About Whiting Petroleum Corporation
Whiting Petroleum Corporation, a Delaware corporation, is an independent oil and gas company that explores for, develops, acquires and produces crude oil, natural gas and natural gas liquids primarily in the Rocky Mountain, Permian Basin, Michigan, Gulf Coast and Mid-Continent regions of the United States.  The Company’s largest projects are in the Bakken and Three Forks plays in North Dakota and its Enhanced Oil Recovery field in Texas.  The Company trades publicly under the symbol WLL on the New York Stock Exchange.  For further information, please visit http://www.whiting.com.
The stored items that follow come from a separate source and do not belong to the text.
package api

import (
	"errors"
	"fmt"
	"net/http"
	"time"

	"hystd/acq/outbox"
	"hystd/acq/store"
)

type outboxEntryJSON struct {
	RunID    string    `json:"run_id"`
	Loop     int       `json:"loop"`
	Since    time.Time `json:"since"`
	Attempts int       `json:"attempts"`
	Reason   string    `json:"reason"`
}

func outboxJSON(es []store.OutboxEntry) []outboxEntryJSON {
	out := make([]outboxEntryJSON, 0, len(es))
	for _, e := range es {
		out = append(out, outboxEntryJSON{RunID: e.RunID, Loop: e.Loop, Since: e.Updated.UTC(), Attempts: e.Attempts, Reason: e.LastError})
	}
	return out
}

// outboxList is GET /api/v1/outbox: the loops the time-series server
// refused for good, with its reason. Without an outbox (a review server over
// a copied store) the list is empty.
func (s *server) outboxList(w http.ResponseWriter, r *http.Request) {
	if s.o.Outbox == nil {
		writeJSON(w, http.StatusOK, map[string]any{"quarantined": []outboxEntryJSON{}})
		return
	}
	q, err := outbox.List(r.Context(), s.o.Outbox)
	if err != nil {
		s.fail(w, r, err)
		return
	}
	writeJSON(w, http.StatusOK, map[string]any{"quarantined": outboxJSON(q)})
}

// outboxRequeue is POST /api/v1/outbox/requeue?run=ID (or ?all=true): the
// quarantined loops become pending and the forwarder sends them again.
func (s *server) outboxRequeue(w http.ResponseWriter, r *http.Request) {
	if s.o.Outbox == nil {
		writeError(w, http.StatusServiceUnavailable, "this server has no outbox (no daemon store)")
		return
	}
	q := r.URL.Query()
	for k := range q {
		if k != "run" && k != "all" {
			writeError(w, http.StatusBadRequest, "unknown query parameter %q (known: run, all)", k)
			return
		}
	}
	run, all := q.Get("run"), q.Get("all")
	if (run == "") == (all != "true") || (all != "" && all != "true") {
		writeError(w, http.StatusBadRequest, "give either ?run=ID or ?all=true")
		return
	}
	done, err := outbox.Requeue(r.Context(), s.o.Outbox, run)
	if errors.Is(err, outbox.ErrNothing) {
		writeError(w, http.StatusNotFound, "%v", err)
		return
	}
	if err != nil {
		s.fail(w, r, err)
		return
	}
	if rec, ok := s.o.Runner.(ActionRecorder); ok {
		per := map[string]int{}
		var runs []string
		for _, e := range done {
			if per[e.RunID] == 0 {
				runs = append(runs, e.RunID)
			}
			per[e.RunID]++
		}
		for _, id := range runs {
			if err := rec.RecordAction(r.Context(), id, fmt.Sprintf("%d quarantined loop(s) requeued for the time-series database", per[id])); err != nil {
				s.log.Error("api: requeue not recorded with the run", "run", id, "err", err)
			}
		}
	}
	s.log.Info("api: quarantined loops requeued", "run", run, "loops", len(done), "remote", r.RemoteAddr)
	writeJSON(w, http.StatusOK, map[string]any{"requeued": outboxJSON(done)})
}
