// Package live carries what is happening now — run state changes, step
// progress and live samples — from the engine to any number of watchers (the
// HTTP event stream, a terminal). It keeps nothing: a watcher that subscribes
// late sees only later events, and the record of truth is the store.
package live

import (
	"sync"
	"sync/atomic"
	"time"

	"hystd/acq/record"
)

// Event kinds.
const (
	KindState    = "state"    // a run changed state (queued, running, ended)
	KindProgress = "progress" // a step started or advanced
	KindSample   = "sample"   // one live sample during a recorded sweep
)

// Event is one thing that happened on a run. Fields not used by a kind are
// zero. Sample values are the engine's live estimates (H from the current or
// the probe, B from the integrator before drift and closure corrections);
// the corrected loop is in the store once the loop is committed.
type Event struct {
	Kind  string    `json:"kind"`
	RunID string    `json:"run_id"`
	At    time.Time `json:"at"`

	// state
	State  record.State `json:"state,omitempty"`
	Reason string       `json:"reason,omitempty"`

	// progress: step Step of Steps (1-based), Fraction of the whole run in [0, 1].
	Step     int     `json:"step,omitempty"`
	Steps    int     `json:"steps,omitempty"`
	StepName string  `json:"step_name,omitempty"`
	Fraction float64 `json:"fraction"`

	// sample
	Loop int     `json:"loop,omitempty"` // 1-based loop index being recorded; 0 outside a loop
	T    float64 `json:"t_s"`            // s since the run started
	H    float64 `json:"h_a_m"`
	B    float64 `json:"b_t"`
	I    float64 `json:"i_a"`
}

// Source is what a watcher needs: Subscribe returns a channel of events and
// a cancel function that ends the subscription and closes the channel.
// Calling cancel more than once is allowed.
type Source interface {
	Subscribe() (<-chan Event, func())
}

// Hub is a broadcaster. Publish never blocks: a subscriber whose buffer is
// full misses the event (counted in Dropped), so a slow watcher can never
// stall the engine. All methods are safe for concurrent use; the zero Hub is
// not usable, use NewHub.
type Hub struct {
	mu      sync.Mutex
	subs    map[*sub]struct{}
	buf     int
	dropped atomic.Uint64
}

type sub struct {
	ch     chan Event
	closed bool
}

var _ Source = (*Hub)(nil)

// NewHub returns a hub whose subscribers each buffer up to buf events
// (buf < 1 means 256).
func NewHub(buf int) *Hub {
	if buf < 1 {
		buf = 256
	}
	return &Hub{subs: map[*sub]struct{}{}, buf: buf}
}

// Publish hands ev to every subscriber that has room for it.
func (h *Hub) Publish(ev Event) {
	h.mu.Lock()
	defer h.mu.Unlock()
	for s := range h.subs {
		select {
		case s.ch <- ev:
		default:
			h.dropped.Add(1)
		}
	}
}

// Subscribe registers a watcher. The channel is closed by the returned
// cancel function, never by the hub otherwise.
func (h *Hub) Subscribe() (<-chan Event, func()) {
	s := &sub{ch: make(chan Event, h.buf)}
	h.mu.Lock()
	h.subs[s] = struct{}{}
	h.mu.Unlock()
	return s.ch, func() {
		h.mu.Lock()
		defer h.mu.Unlock()
		if !s.closed {
			s.closed = true
			delete(h.subs, s)
			close(s.ch)
		}
	}
}

// Subscribers returns the number of current subscriptions.
func (h *Hub) Subscribers() int {
	h.mu.Lock()
	defer h.mu.Unlock()
	return len(h.subs)
}

// Dropped returns how many deliveries were skipped because a subscriber's
// buffer was full, since the hub was made.
func (h *Hub) Dropped() uint64 { return h.dropped.Load() }
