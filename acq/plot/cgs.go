package plot

import "hystd/calib/units"

// Display factors from SI to CGS, from the one definition in calib/units.
const (
	oerstedPerAm           = 1 / units.AmperePerMetrePerOersted
	gaussPerTesla          = 1 / units.TeslaPerGauss
	megaGaussOerstedPerJm3 = 1 / units.JoulePerCubicMetrePerMGOe
)

// CGSFactors returns the multipliers that turn A/m into Oe, T into G and
// J/m³ into MGOe, for clients (the review page) that draw CGS axes.
func CGSFactors() (oePerAm, gPerT, mgoePerJm3 float64) {
	return oerstedPerAm, gaussPerTesla, megaGaussOerstedPerJm3
}
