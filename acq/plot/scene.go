// Package plot draws B–H and J–H loops as SVG or PNG for reports, the demo
// and `hystd export`. Both renderers draw the same scene: axes with ticks and
// labels, one coloured trace per loop, a legend, and in the second-quadrant
// view a marker at the (BH)max point.
//
// Drawing is pure: no I/O beyond the io.Writer given. Functions are safe for
// concurrent use; they keep no state.
package plot

import (
	"errors"
	"fmt"
	"math"

	"hystd/acq/record"
)

// Quantity selects the ordinate of the plot.
type Quantity string

// Ordinates.
const (
	FluxDensity  Quantity = "B" // B against H
	Polarization Quantity = "J" // J = B − μ0·H against H
)

// Options control a plot. The zero value draws B against H in SI units on an
// 800×560 canvas.
type Options struct {
	Width, Height int      // canvas size in pixels; 0: 800×560
	Y             Quantity // "B" (default) or "J"
	// CGS labels the axes in Oe and G instead of A/m and T.
	CGS bool
	// SecondQuadrant shows only H ≤ 0, B ≥ 0 (the demagnetization curve of a
	// magnet) with both B and J traces, and marks the point of largest |B·H|.
	SecondQuadrant bool
	Title          string
	// Labels names each loop in the legend; missing entries default to
	// "RUN #N".
	Labels []string
	// MaxPoints bounds the vertices drawn per trace (0: 4000). Points closer
	// than half a pixel to the previous vertex are dropped first.
	MaxPoints int
}

// ErrNoPoints is returned when no loop holds a finite point to draw.
var ErrNoPoints = errors.New("plot: no finite points to draw")

// palette holds the trace colours, chosen for contrast on white and for
// telling neighbours apart in greyscale print.
var palette = []rgb{
	{0x1b, 0x6f, 0x7a}, // teal
	{0xb5, 0x53, 0x1f}, // rust
	{0x5c, 0x6e, 0x12}, // olive
	{0x7a, 0x3b, 0x6e}, // plum
	{0x35, 0x47, 0x8f}, // slate blue
	{0xa8, 0x84, 0x14}, // ochre
}

type rgb struct{ r, g, b uint8 }

func (c rgb) hex() string { return fmt.Sprintf("#%02x%02x%02x", c.r, c.g, c.b) }

var (
	colInk   = rgb{0x22, 0x26, 0x2a}
	colGrid  = rgb{0xe2, 0xe5, 0xdf}
	colAxis  = rgb{0x6a, 0x70, 0x74}
	colMark  = rgb{0xc0, 0x1c, 0x28}
	colPaper = rgb{0xff, 0xff, 0xff}
)

type pt struct{ x, y float64 }

type tick struct {
	px    float64 // pixel position along the axis
	label string
}

type trace struct {
	label  string
	col    rgb
	dashed bool
	segs   [][]pt // pixel coordinates; a NaN splits a segment
}

type marker struct {
	at    pt
	label string
	curve []pt // constant-energy hyperbola through the marker, pixels
}

// scene is everything a renderer draws, in pixel coordinates with y down.
type scene struct {
	w, h           int
	x0, y0, x1, y1 float64 // plot area
	xticks, yticks []tick
	xzero, yzero   float64 // pixel of the zero lines; NaN when outside
	xlabel, ylabel string
	title          string
	traces         []trace
	legend         []trace
	mark           *marker
}

// scale maps SI values to display units and names them.
type scale struct {
	hMul, yMul float64
	hUnit      string
	yUnit      string
	eMul       float64 // J/m³ to display energy unit
	eUnit      string
}

func newScale(o Options, hmax, ymax float64) scale {
	if o.CGS {
		s := scale{hMul: oerstedPerAm, hUnit: "Oe", yMul: gaussPerTesla, yUnit: "G",
			eMul: megaGaussOerstedPerJm3, eUnit: "MGOe"}
		if hmax*s.hMul >= 1e4 {
			s.hMul, s.hUnit = s.hMul/1e3, "kOe"
		}
		if ymax*s.yMul >= 1e4 {
			s.yMul, s.yUnit = s.yMul/1e3, "kG"
		}
		return s
	}
	s := scale{hMul: 1, hUnit: "A/m", yMul: 1, yUnit: "T", eMul: 1e-3, eUnit: "kJ/m³"}
	switch {
	case hmax >= 1e6:
		s.hMul, s.hUnit = 1e-6, "MA/m"
	case hmax >= 1e3:
		s.hMul, s.hUnit = 1e-3, "kA/m"
	}
	if ymax < 0.1 {
		s.yMul, s.yUnit = 1e3, "mT"
	}
	return s
}

// yOf returns the ordinate of p for q, in T.
func yOf(p record.Point, q Quantity) float64 {
	if q == Polarization {
		return p.J
	}
	return p.B
}

func finite(v ...float64) bool {
	for _, x := range v {
		if math.IsNaN(x) || math.IsInf(x, 0) {
			return false
		}
	}
	return true
}

// build lays out the scene for loops under o.
func build(loops []record.Loop, o Options) (*scene, error) {
	o, err := withDefaults(o)
	if err != nil {
		return nil, err
	}
	e, ok := dataExtent(loops, o)
	if !ok {
		return nil, ErrNoPoints
	}
	hmax, ymax := e.square(o.SecondQuadrant)
	sc := newScale(o, hmax, ymax)
	s, m := layout(o, e, sc)
	s.addTraces(loops, o, m)
	if o.SecondQuadrant {
		s.mark = bhMarker(loops, e.hlo, m)
	}
	return s, nil
}

// withDefaults fills the options' defaults and refuses impossible ones.
func withDefaults(o Options) (Options, error) {
	if o.Width == 0 {
		o.Width = 800
	}
	if o.Height == 0 {
		o.Height = 560
	}
	if o.Width < 200 || o.Height < 150 || o.Width > 8000 || o.Height > 8000 {
		return o, fmt.Errorf("plot: canvas %d×%d px outside 200×150 … 8000×8000", o.Width, o.Height)
	}
	switch o.Y {
	case "":
		o.Y = FluxDensity
	case FluxDensity, Polarization:
	default:
		return o, fmt.Errorf("plot: ordinate %q: want \"B\" or \"J\"", o.Y)
	}
	if o.MaxPoints <= 0 {
		o.MaxPoints = 4000
	}
	return o, nil
}

// extent is the range of the drawn data in SI: H and the ordinate.
type extent struct{ hlo, hhi, ylo, yhi float64 }

// dataExtent is the range of the finite points drawn under o (those of the
// second quadrant only, when o asks for it); false when there are none.
func dataExtent(loops []record.Loop, o Options) (extent, bool) {
	e := extent{math.Inf(1), math.Inf(-1), math.Inf(1), math.Inf(-1)}
	n := 0
	for _, l := range loops {
		for _, p := range l.Points {
			if o.SecondQuadrant {
				if !finite(p.H, p.B, p.J) || p.H > 0 {
					continue
				}
				e.hlo = math.Min(e.hlo, p.H)
				e.yhi = math.Max(e.yhi, math.Max(p.B, p.J))
				n++
				continue
			}
			y := yOf(p, o.Y)
			if !finite(p.H, y) {
				continue
			}
			e.hlo, e.hhi = math.Min(e.hlo, p.H), math.Max(e.hhi, p.H)
			e.ylo, e.yhi = math.Min(e.ylo, y), math.Max(e.yhi, y)
			n++
		}
	}
	return e, n > 0
}

// square turns the data range into the drawn one, and returns the largest
// |H| and |ordinate| drawn: the second quadrant from the origin, or axes
// symmetric about the origin so that it sits in the middle of a loop.
func (e *extent) square(secondQuadrant bool) (hmax, ymax float64) {
	if secondQuadrant {
		e.hhi, e.ylo = 0, 0
		if e.hlo >= 0 {
			e.hlo = -1
		}
		if e.yhi <= 0 {
			e.yhi = 1
		}
		return -e.hlo, e.yhi
	}
	hmax = math.Max(math.Abs(e.hlo), math.Abs(e.hhi))
	ymax = math.Max(math.Abs(e.ylo), math.Abs(e.yhi))
	if hmax == 0 {
		hmax = 1
	}
	if ymax == 0 {
		ymax = 1
	}
	e.hlo, e.hhi, e.ylo, e.yhi = -hmax, hmax, -ymax, ymax
	return hmax, ymax
}

// mapping takes SI values to pixels of a scene.
type mapping struct {
	s      *scene
	sc     scale
	xa, ya axis
}

func (m mapping) px(h float64) float64 {
	return m.s.x0 + (h*m.sc.hMul-m.xa.lo)/(m.xa.hi-m.xa.lo)*(m.s.x1-m.s.x0)
}

func (m mapping) py(y float64) float64 {
	return m.s.y1 - (y*m.sc.yMul-m.ya.lo)/(m.ya.hi-m.ya.lo)*(m.s.y1-m.s.y0)
}

// layout places the plot area, the axes with their ticks and labels.
func layout(o Options, e extent, sc scale) (*scene, mapping) {
	s := &scene{w: o.Width, h: o.Height, title: o.Title}
	s.x0, s.y0 = 78, 40
	if o.Title == "" {
		s.y0 = 22
	}
	s.x1, s.y1 = float64(o.Width)-20, float64(o.Height)-56

	xa := niceAxis(e.hlo*sc.hMul, e.hhi*sc.hMul, 8)
	ya := niceAxis(e.ylo*sc.yMul, e.yhi*sc.yMul, 7)
	if o.SecondQuadrant {
		xa.hi, ya.lo = 0, 0
	}
	m := mapping{s: s, sc: sc, xa: xa, ya: ya}
	for _, v := range xa.ticks() {
		s.xticks = append(s.xticks, tick{px: s.x0 + (v-xa.lo)/(xa.hi-xa.lo)*(s.x1-s.x0), label: xa.format(v)})
	}
	for _, v := range ya.ticks() {
		s.yticks = append(s.yticks, tick{px: s.y1 - (v-ya.lo)/(ya.hi-ya.lo)*(s.y1-s.y0), label: ya.format(v)})
	}
	s.xzero, s.yzero = m.px(0), m.py(0)
	s.xlabel = "H (" + sc.hUnit + ")"
	switch {
	case o.SecondQuadrant:
		s.ylabel = "B solid, J dashed (" + sc.yUnit + ")"
	case o.Y == Polarization:
		s.ylabel = "J (" + sc.yUnit + ")"
	default:
		s.ylabel = "B (" + sc.yUnit + ")"
	}
	return s, m
}

// addTraces draws each loop (B and J of the second quadrant, when o asks
// for it) with its label and colour, and lists it in the legend.
func (s *scene) addTraces(loops []record.Loop, o Options, m mapping) {
	minStep := 0.5 // px
	for i, l := range loops {
		label := fmt.Sprintf("%s #%d", l.RunID, l.N)
		if i < len(o.Labels) && o.Labels[i] != "" {
			label = o.Labels[i]
		}
		col := palette[i%len(palette)]
		if o.SecondQuadrant {
			b := trace{label: label, col: col}
			j := trace{label: label + " J", col: col, dashed: true}
			b.segs = decimate(l.Points, func(p record.Point) (float64, float64, bool) {
				return m.px(p.H), m.py(p.B), p.H <= 0 && p.B >= 0
			}, minStep, o.MaxPoints)
			j.segs = decimate(l.Points, func(p record.Point) (float64, float64, bool) {
				return m.px(p.H), m.py(p.J), p.H <= 0 && p.J >= 0
			}, minStep, o.MaxPoints)
			s.traces = append(s.traces, b, j)
			s.legend = append(s.legend, b)
			continue
		}
		t := trace{label: label, col: col}
		t.segs = decimate(l.Points, func(p record.Point) (float64, float64, bool) {
			return m.px(p.H), m.py(yOf(p, o.Y)), true
		}, minStep, o.MaxPoints)
		s.traces = append(s.traces, t)
		s.legend = append(s.legend, t)
	}
}

// bhMarker marks (BH)max of the second quadrant with the hyperbola B·H =
// −(BH)max through it, clipped to the plot area (H from hlo to 0); nil when
// no point lies in the quadrant.
func bhMarker(loops []record.Loop, hlo float64, m mapping) *marker {
	h, b, e, ok := BHMax(loops)
	if !ok {
		return nil
	}
	mk := &marker{at: pt{m.px(h), m.py(b)}}
	mk.label = fmt.Sprintf("(BH)max %s %s", formatSig(e*m.sc.eMul, 3), m.sc.eUnit)
	for k := 0; k <= 80; k++ {
		hh := hlo + (float64(k)/80)*(-hlo)
		if hh >= 0 {
			break
		}
		bb := -e / hh
		if bb*m.sc.yMul > m.ya.hi {
			continue
		}
		mk.curve = append(mk.curve, pt{m.px(hh), m.py(bb)})
	}
	return mk
}

// BHMax returns the plotted point of largest energy product |B·H| in the
// second quadrant (H < 0, B > 0) over all loops: H in A/m, B in T and the
// product in J/m³. It is the largest product among the sampled points, not
// interpolated between them; ok is false when no point lies in the quadrant.
func BHMax(loops []record.Loop) (h, b, e float64, ok bool) {
	for _, l := range loops {
		for _, p := range l.Points {
			if !finite(p.H, p.B) || p.H >= 0 || p.B <= 0 {
				continue
			}
			if v := -p.H * p.B; !ok || v > e {
				h, b, e, ok = p.H, p.B, v, true
			}
		}
	}
	return
}

// decimate turns points into pixel segments. Points for which keep is false
// or whose coordinates are not finite end the current segment. A vertex
// closer than minStep pixels to the last kept one is dropped; if a trace
// still holds more than maxPts vertices, the stride is widened.
func decimate(ps []record.Point, at func(record.Point) (x, y float64, keep bool), minStep float64, maxPts int) [][]pt {
	stride := 1
	if len(ps) > 4*maxPts {
		stride = len(ps) / (4 * maxPts)
	}
	var segs [][]pt
	var cur []pt
	flush := func() {
		if len(cur) > 0 {
			segs = append(segs, cur)
		}
		cur = nil
	}
	total := 0
	for i := 0; i < len(ps); i += stride {
		x, y, keep := at(ps[i])
		if !keep || !finite(x, y) {
			flush()
			continue
		}
		if n := len(cur); n > 0 && i+stride < len(ps) {
			if math.Hypot(x-cur[n-1].x, y-cur[n-1].y) < minStep {
				continue
			}
		}
		cur = append(cur, pt{x, y})
		total++
	}
	flush()
	if total > maxPts && minStep < 64 {
		return decimate(ps, at, minStep*2, maxPts)
	}
	return segs
}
Forward-Looking Statements
This news release contains statements that we believe to be “forward-looking statements” within the meaning of the section 21E of the Securities Exchange Act of 1934.  All statements other than historical facts, including, without limitation, statements regarding our future financial position, business strategy, projected revenues, earnings, costs, capital expenditures and debt levels, and plans and objectives of management for future operations, are forward-looking statements.  When used in this news release, words such as we “expect,” “intend,” “plan,” “estimate,” “anticipate,” “believe” or “should” or the negative thereof or variations thereon or similar terminology are generally intended to identify forward-looking statements.  Such forward-looking statements are subject to risks and uncertainties that could cause actual results to differ materially from those expressed in, or implied by, such statements.
 
These risks and uncertainties include, but are not limited to:  declines in oil, NGL or natural gas prices; our level of success in exploration, development and production activities; adverse weather conditions that may negatively impact development or production activities; the timing of our exploration and development expenditures; our ability to obtain sufficient quantities of CO2 necessary to carry out our enhanced oil recovery projects; inaccuracies of our reserve estimates or our assumptions underlying them; revisions to reserve estimates as a result of changes in commodity prices; risks related to our level of indebtedness and periodic redeterminations of the borrowing base under our credit agreement; our ability to generate sufficient cash flows from operations to meet the internally funded portion of our capital expenditures budget; our ability to obtain external capital to finance exploration and development operations and acquisitions; federal and state initiatives relating to the regulation of hydraulic fracturing; the potential impact of federal debt reduction initiatives and tax reform legislation being considered by the U.S. Federal government that could have a negative effect on the oil and gas industry; our ability to identify and complete acquisitions and to successfully integrate acquired businesses; unforeseen underperformance of or liabilities associated with acquired properties; our ability to successfully complete potential asset dispositions and the risks related thereto; the impacts of hedging on our results of operations; failure of our properties to yield oil or gas in commercially viable quantities; uninsured or underinsured losses resulting from our oil and gas operations; our inability to access oil and gas markets due to market conditions or operational impediments; the impact and costs of compliance with laws and regulations governing our oil and gas operations; our ability to replace our oil and natural gas reserves; any loss of our senior management or technical personnel; competition in the oil and gas industry in the regions in which we operate; risks arising out of our hedging transactions; and other risks described under the caption “Risk Factors” in our final prospectus supplement dated September 9, 2013.  We assume no obligation, and disclaim any duty, to update the forward-looking statements in this news release.